Playwright for browser automation
Playwright is the top pick for browser automation, and the reason is structural: Microsoft's official server drives Chromium, Firefox, and WebKit and exposes each page as an accessibility snapshot rather than a screenshot. That makes interactions deterministic, an agent acts on named elements instead of guessing at pixel coordinates, and it keeps token cost far lower than image-based control.
It runs locally, so the browser is free and self-driven with nothing to provision. For the common automation jobs (log into a site, click through a flow, scrape a page that only renders after JavaScript) this is the default, and the two alternatives mostly matter when local execution is the wrong constraint.
How Playwright fits
The working set is broad: browser_navigate and browser_navigate_back move through pages, browser_snapshot reads the current page as an accessibility tree, and browser_click, browser_hover, browser_type, browser_press_key, browser_fill_form, and browser_select_option cover the full range of interactions a flow needs. browser_file_upload handles file inputs, while browser_drag and browser_drop cover drag-and-drop, including dropping external files onto the page.
The honest limit is the flip side of running locally: you supply the machine, the browsers, and any scaling, so high-concurrency or geographically distributed runs become your problem. That is exactly where Browserbase fits better, a managed cloud browser with nothing to run, billed per session, which suits headless work at scale or in CI without local infrastructure. Exa is not a browser at all; for scraping jobs that are really content retrieval, its search-and-extract approach is simpler than driving a page. Choose Playwright when the automation is interactive and you want it local and free; reach for the others when scale or pure extraction is the real need.
Tools you would use
| Tool | What it does |
|---|---|
| browser_navigate | Navigates the browser to a URL. |
| browser_navigate_back | Goes back to the previous page in the history. |
| browser_snapshot | Captures an accessibility snapshot of the current page, which is better than a screenshot for taking actions. |
| browser_click | Performs a click on a web page element. |
| browser_hover | Hovers over an element on the page. |
| browser_type | Types text into an editable element. |
| browser_press_key | Presses a key on the keyboard. |
| browser_fill_form | Fills multiple form fields in one call. |
| browser_select_option | Selects an option in a dropdown. |
| browser_file_upload | Uploads one or multiple files. |
FAQ
- Why does Playwright use accessibility snapshots instead of screenshots?

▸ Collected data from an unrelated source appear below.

import { useMemo, useRef, useState } from 'react';
import { PanResponder, type GestureResponderEvent } from 'react-native';

interface View2D { x: number; y: number; k: number }
const MIN_SCALE = 0.15;
const MAX_SCALE = 2.5;
const clampK = (k: number) => Math.min(MAX_SCALE, Math.max(MIN_SCALE, k));

function spread(e: GestureResponderEvent) {
  const t = e.nativeEvent.touches;
  if (!t || t.length < 2) return null;
  const [a, b] = [t[0], t[1]];
  return { d: Math.hypot(a.pageX - b.pageX, a.pageY - b.pageY), cx: (a.locationX + b.locationX) / 2, cy: (a.locationY + b.locationY) / 2 };
}

/**
 * Drag to pan, pinch to zoom (two fingers), plus zoom and fit for buttons. A press that does not move is left to
 * the item under the finger, so tapping an item still opens it.
 */
export function usePanZoom(initial: View2D) {
  const [view, setView] = useState(initial);
  const viewRef = useRef(view);
  viewRef.current = view;
  const start = useRef<{ view: View2D; pinch: ReturnType<typeof spread> }>({ view: initial, pinch: null });

  const responder = useMemo(
    () => PanResponder.create({
      onMoveShouldSetPanResponder: (_e, g) => Math.abs(g.dx) + Math.abs(g.dy) > 6 || g.numberActiveTouches > 1,
      onPanResponderGrant: (e) => { start.current = { view: viewRef.current, pinch: spread(e) }; },
      onPanResponderMove: (e, g) => {
        const s = start.current;
        const now = spread(e);
        if (now && s.pinch) {
          const k = clampK((s.view.k * now.d) / s.pinch.d);
          // Keep the point between the fingers where it was.
          const ratio = k / s.view.k;
          setView({ k, x: s.pinch.cx - (s.pinch.cx - s.view.x) * ratio, y: s.pinch.cy - (s.pinch.cy - s.view.y) * ratio });
        } else {
          setView({ ...s.view, x: s.view.x + g.dx, y: s.view.y + g.dy });
        }
      },
      onPanResponderTerminationRequest: () => false,
    }),
    [],
  );

  /** Zoom by `factor` about a point of the frame (its centre for the buttons). */
  const zoom = (factor: number, cx: number, cy: number) =>
    setView((v) => { const k = clampK(v.k * factor); const r = k / v.k; return { k, x: cx - (cx - v.x) * r, y: cy - (cy - v.y) * r }; });

  return { view, setView, zoom, handlers: responder.panHandlers };
}

/** The view that shows a `w` × `h` drawing whole in a `fw` × `fh` frame, centred, never enlarged. */
export function fitView(w: number, h: number, fw: number, fh: number): View2D {
  const k = clampK(Math.min(1, fw / Math.max(w, 1), fh / Math.max(h, 1)));
  return { k, x: (fw - w * k) / 2, y: (fh - h * k) / 2 };
}

/**
 * Large rooms start readable rather than whole: at least this scale, with `focus` (a point of the drawing) in the
 * middle of the frame, or else the top of the drawing centred across.
 */
const START_SCALE = 0.6;
export function startView(w: number, fw: number, fh: number, focus?: { x: number; y: number }): View2D {
  if (focus) return { k: 1, x: fw / 2 - focus.x, y: fh / 2 - focus.y };
  const k = Math.max(START_SCALE, fitView(w, 0, fw, fh).k);
  return { k, x: (fw - w * k) / 2, y: 0 };
}

/**
 * The style transform that draws point p of the drawing at (x + k·p): a view scales about its own centre, so the
 * centre's shift is taken back in the translation.
 */
export function transformFor(v: View2D, w: number, h: number) {
  return [{ translateX: v.x - (w / 2) * (1 - v.k) }, { translateY: v.y - (h / 2) * (1 - v.k) }, { scale: v.k }];
}
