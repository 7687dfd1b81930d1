import { useState } from 'react';
import { View } from 'react-native';
import { space } from '@/components/theme';
import { Button } from '@/components/ui/button';
import { Chip } from '@/components/ui/chip';
import { Notice } from '@/components/ui/notice';
import { SelectField } from '@/components/ui/select-field';
import { ItemPicker } from '@/components/connections/item-picker';
import { errorMessage } from '@/hooks/api/request';
import { useCreateConnectionMutation } from '@/hooks/api/use-connections';
import { MEDIUM_LABELS, TYPE_MEDIA, canCarry, type Medium } from '@/shared/rules/connections';
import type { Asset } from '@/shared/types/register';

type Direction = 'from' | 'to';

/** Adds a link to this item: "supplied from" another item, or "supplies" another, in a medium both carry. */
export function AddConnectionForm({ asset }: { asset: Asset }) {
  const [direction, setDirection] = useState<Direction>('from');
  const [medium, setMedium] = useState<Medium | null>(null);
  const [other, setOther] = useState<Asset | null>(null);
  const create = useCreateConnectionMutation();
  const options = TYPE_MEDIA[asset.type].map((m) => ({ value: m, label: MEDIUM_LABELS[m] }));
  const submit = () => {
    if (!medium || !other) return;
    const [from, to] = direction === 'from' ? [other, asset] : [asset, other];
    create.mutate({ fromAssetId: from.id, toAssetId: to.id, medium }, { onSuccess: () => setOther(null) });
  };
  return (
    <View style={{ gap: space.md }} testID="add-connection">
      <View style={{ flexDirection: 'row', gap: space.sm, flexWrap: 'wrap' }}>
        <Chip label="Supplied from" icon="arrow-down-bold" selected={direction === 'from'} onPress={() => setDirection('from')} testID="direction-from" />
        <Chip label="Supplies" icon="arrow-up-bold" selected={direction === 'to'} onPress={() => setDirection('to')} testID="direction-to" />
      </View>
      <SelectField label="Medium" value={medium} options={options} onChange={(m) => { setMedium(m); setOther(null); }} placeholder="Choose the medium" testID="connection-medium" />
      {medium ? (
        <ItemPicker
          siteId={asset.siteId}
          label={direction === 'from' ? `Item that supplies ${asset.plantId}` : `Item that ${asset.plantId} supplies`}
          accept={(a) => a.id !== asset.id && !a.archived && canCarry(a.type, medium)}
          chosen={other}
          onChoose={setOther}
        />
      ) : null}
      {create.isError ? <Notice tone="danger" word="Not added">{errorMessage(create.error)}</Notice> : null}
      <Button
        title={medium ? `Add ${MEDIUM_LABELS[medium].toLowerCase()} link` : 'Add link'}
        onPress={submit}
        disabled={!medium || !other}
        busy={create.isPending}
        testID="connection-add"
      />
    </View>
  );
}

- browser_snapshot returns the page as an accessibility tree, so the agent targets named elements rather than pixel coordinates. Actions are more deterministic and far cheaper in tokens than reasoning over an image, which is the main reason it leads this list.
- When should I use Browserbase or Exa instead?
- Browserbase fits when you need a managed cloud browser at scale with nothing to run, billed per session. Exa fits when the job is really content retrieval rather than interaction, where search-and-extract beats driving a full browser. Playwright is the default for local, interactive automation.